▸ **WHAT IS REQUIRED**: Reproduce only the lines of the material below that start at the line containing "#include <sys/resource.h>" and stop at the line containing "a message when". Keep both end lines.

# # #

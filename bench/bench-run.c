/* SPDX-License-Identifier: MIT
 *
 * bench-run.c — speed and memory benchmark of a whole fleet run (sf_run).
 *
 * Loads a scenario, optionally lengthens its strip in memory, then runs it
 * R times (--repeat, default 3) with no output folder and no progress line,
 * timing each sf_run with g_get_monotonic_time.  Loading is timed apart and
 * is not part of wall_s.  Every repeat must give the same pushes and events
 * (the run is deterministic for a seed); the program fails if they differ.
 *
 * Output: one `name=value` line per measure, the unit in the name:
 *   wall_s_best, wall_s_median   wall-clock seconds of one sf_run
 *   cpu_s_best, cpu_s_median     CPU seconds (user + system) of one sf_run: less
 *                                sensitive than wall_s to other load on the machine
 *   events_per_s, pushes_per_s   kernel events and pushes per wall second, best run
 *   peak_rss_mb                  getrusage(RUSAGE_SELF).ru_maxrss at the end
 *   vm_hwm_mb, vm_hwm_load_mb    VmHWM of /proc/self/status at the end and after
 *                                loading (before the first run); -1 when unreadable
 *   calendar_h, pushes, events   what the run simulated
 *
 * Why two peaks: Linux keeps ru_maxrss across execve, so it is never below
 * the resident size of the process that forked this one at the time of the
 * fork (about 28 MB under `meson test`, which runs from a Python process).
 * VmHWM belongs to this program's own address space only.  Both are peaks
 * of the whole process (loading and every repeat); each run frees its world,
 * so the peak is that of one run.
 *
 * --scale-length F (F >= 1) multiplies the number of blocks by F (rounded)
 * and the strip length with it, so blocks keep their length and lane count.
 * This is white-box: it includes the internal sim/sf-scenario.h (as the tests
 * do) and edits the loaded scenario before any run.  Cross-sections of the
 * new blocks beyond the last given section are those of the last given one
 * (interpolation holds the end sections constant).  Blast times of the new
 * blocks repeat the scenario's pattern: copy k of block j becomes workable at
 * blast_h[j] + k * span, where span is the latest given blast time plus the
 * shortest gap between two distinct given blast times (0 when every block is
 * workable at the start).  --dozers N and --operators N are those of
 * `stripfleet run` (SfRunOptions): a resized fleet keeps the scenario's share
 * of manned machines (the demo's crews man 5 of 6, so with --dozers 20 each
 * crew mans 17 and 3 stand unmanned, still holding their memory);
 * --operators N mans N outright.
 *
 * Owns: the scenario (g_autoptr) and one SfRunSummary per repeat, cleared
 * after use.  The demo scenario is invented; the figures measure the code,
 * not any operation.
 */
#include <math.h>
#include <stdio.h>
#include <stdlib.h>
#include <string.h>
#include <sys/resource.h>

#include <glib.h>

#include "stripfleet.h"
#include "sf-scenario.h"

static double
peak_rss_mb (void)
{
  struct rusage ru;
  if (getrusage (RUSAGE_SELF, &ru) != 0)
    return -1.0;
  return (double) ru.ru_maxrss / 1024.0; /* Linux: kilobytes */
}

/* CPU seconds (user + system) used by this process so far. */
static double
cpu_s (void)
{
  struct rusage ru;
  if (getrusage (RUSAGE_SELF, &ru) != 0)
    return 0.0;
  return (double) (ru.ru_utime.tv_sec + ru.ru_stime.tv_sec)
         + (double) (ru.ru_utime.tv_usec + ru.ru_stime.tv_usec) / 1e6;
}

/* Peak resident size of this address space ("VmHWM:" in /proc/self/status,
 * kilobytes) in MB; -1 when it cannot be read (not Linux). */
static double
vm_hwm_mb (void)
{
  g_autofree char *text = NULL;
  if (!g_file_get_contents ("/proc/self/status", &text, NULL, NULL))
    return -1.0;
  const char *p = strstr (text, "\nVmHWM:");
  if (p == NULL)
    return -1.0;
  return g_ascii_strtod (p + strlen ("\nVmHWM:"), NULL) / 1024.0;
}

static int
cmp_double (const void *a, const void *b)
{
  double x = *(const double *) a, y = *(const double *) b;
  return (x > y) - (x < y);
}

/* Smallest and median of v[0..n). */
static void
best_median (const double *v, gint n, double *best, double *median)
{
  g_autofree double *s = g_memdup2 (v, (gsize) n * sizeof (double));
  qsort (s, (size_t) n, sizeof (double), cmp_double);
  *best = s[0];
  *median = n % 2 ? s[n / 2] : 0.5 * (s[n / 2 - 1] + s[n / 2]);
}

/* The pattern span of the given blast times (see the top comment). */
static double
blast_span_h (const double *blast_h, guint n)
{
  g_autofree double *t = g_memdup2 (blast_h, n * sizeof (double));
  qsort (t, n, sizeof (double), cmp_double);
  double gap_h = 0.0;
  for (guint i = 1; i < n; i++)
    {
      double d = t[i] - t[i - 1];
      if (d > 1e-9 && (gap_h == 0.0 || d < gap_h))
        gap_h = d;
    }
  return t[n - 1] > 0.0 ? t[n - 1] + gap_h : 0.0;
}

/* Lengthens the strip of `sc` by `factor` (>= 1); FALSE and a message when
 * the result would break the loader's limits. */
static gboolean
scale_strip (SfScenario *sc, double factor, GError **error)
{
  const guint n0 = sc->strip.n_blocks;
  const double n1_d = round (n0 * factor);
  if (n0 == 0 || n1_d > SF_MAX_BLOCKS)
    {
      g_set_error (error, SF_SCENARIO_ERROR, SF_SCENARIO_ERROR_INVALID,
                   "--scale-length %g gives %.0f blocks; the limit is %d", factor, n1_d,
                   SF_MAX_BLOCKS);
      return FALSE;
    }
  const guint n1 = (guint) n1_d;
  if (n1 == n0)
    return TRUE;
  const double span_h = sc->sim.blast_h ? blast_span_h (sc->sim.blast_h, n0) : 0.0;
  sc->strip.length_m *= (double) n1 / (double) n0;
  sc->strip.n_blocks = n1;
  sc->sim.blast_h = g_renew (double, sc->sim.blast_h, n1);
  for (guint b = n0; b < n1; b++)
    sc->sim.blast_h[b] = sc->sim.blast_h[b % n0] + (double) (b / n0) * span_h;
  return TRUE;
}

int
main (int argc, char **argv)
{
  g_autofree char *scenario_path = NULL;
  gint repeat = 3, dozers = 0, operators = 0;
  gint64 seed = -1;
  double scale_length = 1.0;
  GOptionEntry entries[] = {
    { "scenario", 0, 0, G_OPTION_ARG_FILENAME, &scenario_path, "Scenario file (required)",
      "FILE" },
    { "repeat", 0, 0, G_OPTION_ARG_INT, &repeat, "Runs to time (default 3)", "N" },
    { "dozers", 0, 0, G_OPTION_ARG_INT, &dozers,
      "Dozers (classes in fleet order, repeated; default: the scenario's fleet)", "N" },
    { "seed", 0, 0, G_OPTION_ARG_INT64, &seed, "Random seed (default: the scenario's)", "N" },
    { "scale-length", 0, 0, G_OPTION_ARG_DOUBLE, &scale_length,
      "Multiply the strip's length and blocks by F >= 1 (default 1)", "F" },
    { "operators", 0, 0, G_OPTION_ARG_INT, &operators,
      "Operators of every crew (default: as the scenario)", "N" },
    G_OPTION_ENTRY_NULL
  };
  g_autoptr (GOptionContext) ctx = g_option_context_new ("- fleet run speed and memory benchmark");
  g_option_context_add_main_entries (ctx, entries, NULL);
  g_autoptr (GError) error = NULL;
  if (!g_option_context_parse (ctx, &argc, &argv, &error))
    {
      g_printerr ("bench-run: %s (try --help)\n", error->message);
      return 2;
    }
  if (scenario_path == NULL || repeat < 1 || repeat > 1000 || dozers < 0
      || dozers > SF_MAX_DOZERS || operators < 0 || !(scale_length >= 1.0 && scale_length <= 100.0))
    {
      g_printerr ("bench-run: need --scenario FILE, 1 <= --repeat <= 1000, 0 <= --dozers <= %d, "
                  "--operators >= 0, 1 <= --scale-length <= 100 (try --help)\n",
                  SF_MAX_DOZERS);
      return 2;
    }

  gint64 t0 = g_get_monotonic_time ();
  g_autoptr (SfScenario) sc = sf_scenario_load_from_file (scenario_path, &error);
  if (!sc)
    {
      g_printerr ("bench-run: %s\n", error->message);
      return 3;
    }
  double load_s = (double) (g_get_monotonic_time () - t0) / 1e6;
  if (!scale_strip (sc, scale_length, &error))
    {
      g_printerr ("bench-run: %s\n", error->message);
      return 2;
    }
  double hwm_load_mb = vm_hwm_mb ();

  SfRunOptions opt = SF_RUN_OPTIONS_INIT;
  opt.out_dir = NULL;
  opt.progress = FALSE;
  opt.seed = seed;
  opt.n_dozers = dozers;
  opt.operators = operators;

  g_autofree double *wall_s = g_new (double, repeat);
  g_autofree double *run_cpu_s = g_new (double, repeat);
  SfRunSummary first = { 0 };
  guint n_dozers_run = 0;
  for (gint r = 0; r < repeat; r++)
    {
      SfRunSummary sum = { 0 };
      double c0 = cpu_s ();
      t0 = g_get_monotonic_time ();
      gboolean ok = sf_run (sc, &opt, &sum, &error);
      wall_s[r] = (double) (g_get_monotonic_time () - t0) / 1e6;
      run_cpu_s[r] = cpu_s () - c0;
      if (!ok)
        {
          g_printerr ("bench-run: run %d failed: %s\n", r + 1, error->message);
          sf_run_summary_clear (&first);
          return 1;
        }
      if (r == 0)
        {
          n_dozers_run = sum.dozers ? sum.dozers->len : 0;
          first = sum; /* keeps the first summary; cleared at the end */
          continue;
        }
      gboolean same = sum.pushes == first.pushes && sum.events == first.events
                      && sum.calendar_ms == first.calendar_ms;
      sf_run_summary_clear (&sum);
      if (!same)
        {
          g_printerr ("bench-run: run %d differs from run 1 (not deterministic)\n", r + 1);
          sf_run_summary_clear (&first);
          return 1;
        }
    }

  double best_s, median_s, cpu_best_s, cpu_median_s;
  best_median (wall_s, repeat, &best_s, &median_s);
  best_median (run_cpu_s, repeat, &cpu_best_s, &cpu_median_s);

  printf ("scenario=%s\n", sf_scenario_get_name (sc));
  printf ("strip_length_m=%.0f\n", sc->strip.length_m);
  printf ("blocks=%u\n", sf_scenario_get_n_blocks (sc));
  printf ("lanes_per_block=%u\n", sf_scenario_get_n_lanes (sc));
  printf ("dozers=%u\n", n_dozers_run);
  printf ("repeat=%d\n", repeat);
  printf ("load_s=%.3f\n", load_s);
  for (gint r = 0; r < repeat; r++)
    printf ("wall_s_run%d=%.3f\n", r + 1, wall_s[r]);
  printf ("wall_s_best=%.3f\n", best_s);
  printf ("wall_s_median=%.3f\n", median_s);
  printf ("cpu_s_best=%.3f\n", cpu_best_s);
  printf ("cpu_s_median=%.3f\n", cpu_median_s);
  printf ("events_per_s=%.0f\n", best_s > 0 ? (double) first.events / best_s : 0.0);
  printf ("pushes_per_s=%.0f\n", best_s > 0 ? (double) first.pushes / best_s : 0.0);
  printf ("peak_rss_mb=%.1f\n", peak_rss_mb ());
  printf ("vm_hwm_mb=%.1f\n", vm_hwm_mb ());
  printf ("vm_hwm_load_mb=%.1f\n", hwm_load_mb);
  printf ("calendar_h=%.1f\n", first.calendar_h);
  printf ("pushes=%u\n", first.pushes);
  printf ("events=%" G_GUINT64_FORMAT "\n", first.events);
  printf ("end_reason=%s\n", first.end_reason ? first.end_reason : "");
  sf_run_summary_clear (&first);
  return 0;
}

# # #

▸ **TASK RESULT**:
#include <sys/resource.h>

#include <glib.h>

#include "stripfleet.h"
#include "sf-scenario.h"

static double
peak_rss_mb (void)
{
  struct rusage ru;
  if (getrusage (RUSAGE_SELF, &ru) != 0)
    return -1.0;
  return (double) ru.ru_maxrss / 1024.0; /* Linux: kilobytes */
}

/* CPU seconds (user + system) used by this process so far. */
static double
cpu_s (void)
{
  struct rusage ru;
  if (getrusage (RUSAGE_SELF, &ru) != 0)
    return 0.0;
  return (double) (ru.ru_utime.tv_sec + ru.ru_stime.tv_sec)
         + (double) (ru.ru_utime.tv_usec + ru.ru_stime.tv_usec) / 1e6;
}

/* Peak resident size of this address space ("VmHWM:" in /proc/self/status,
 * kilobytes) in MB; -1 when it cannot be read (not Linux). */
static double
vm_hwm_mb (void)
{
  g_autofree char *text = NULL;
  if (!g_file_get_contents ("/proc/self/status", &text, NULL, NULL))
    return -1.0;
  const char *p = strstr (text, "\nVmHWM:");
  if (p == NULL)
    return -1.0;
  return g_ascii_strtod (p + strlen ("\nVmHWM:"), NULL) / 1024.0;
}

static int
cmp_double (const void *a, const void *b)
{
  double x = *(const double *) a, y = *(const double *) b;
  return (x > y) - (x < y);
}

/* Smallest and median of v[0..n). */
static void
best_median (const double *v, gint n, double *best, double *median)
{
  g_autofree double *s = g_memdup2 (v, (gsize) n * sizeof (double));
  qsort (s, (size_t) n, sizeof (double), cmp_double);
  *best = s[0];
  *median = n % 2 ? s[n / 2] : 0.5 * (s[n / 2 - 1] + s[n / 2]);
}

/* The pattern span of the given blast times (see the top comment). */
static double
blast_span_h (const double *blast_h, guint n)
{
  g_autofree double *t = g_memdup2 (blast_h, n * sizeof (double));
  qsort (t, n, sizeof (double), cmp_double);
  double gap_h = 0.0;
  for (guint i = 1; i < n; i++)
    {
      double d = t[i] - t[i - 1];
      if (d > 1e-9 && (gap_h == 0.0 || d < gap_h))
        gap_h = d;
    }
  return t[n - 1] > 0.0 ? t[n - 1] + gap_h : 0.0;
}

/* Lengthens the strip of `sc` by `factor` (>= 1); FALSE and a message when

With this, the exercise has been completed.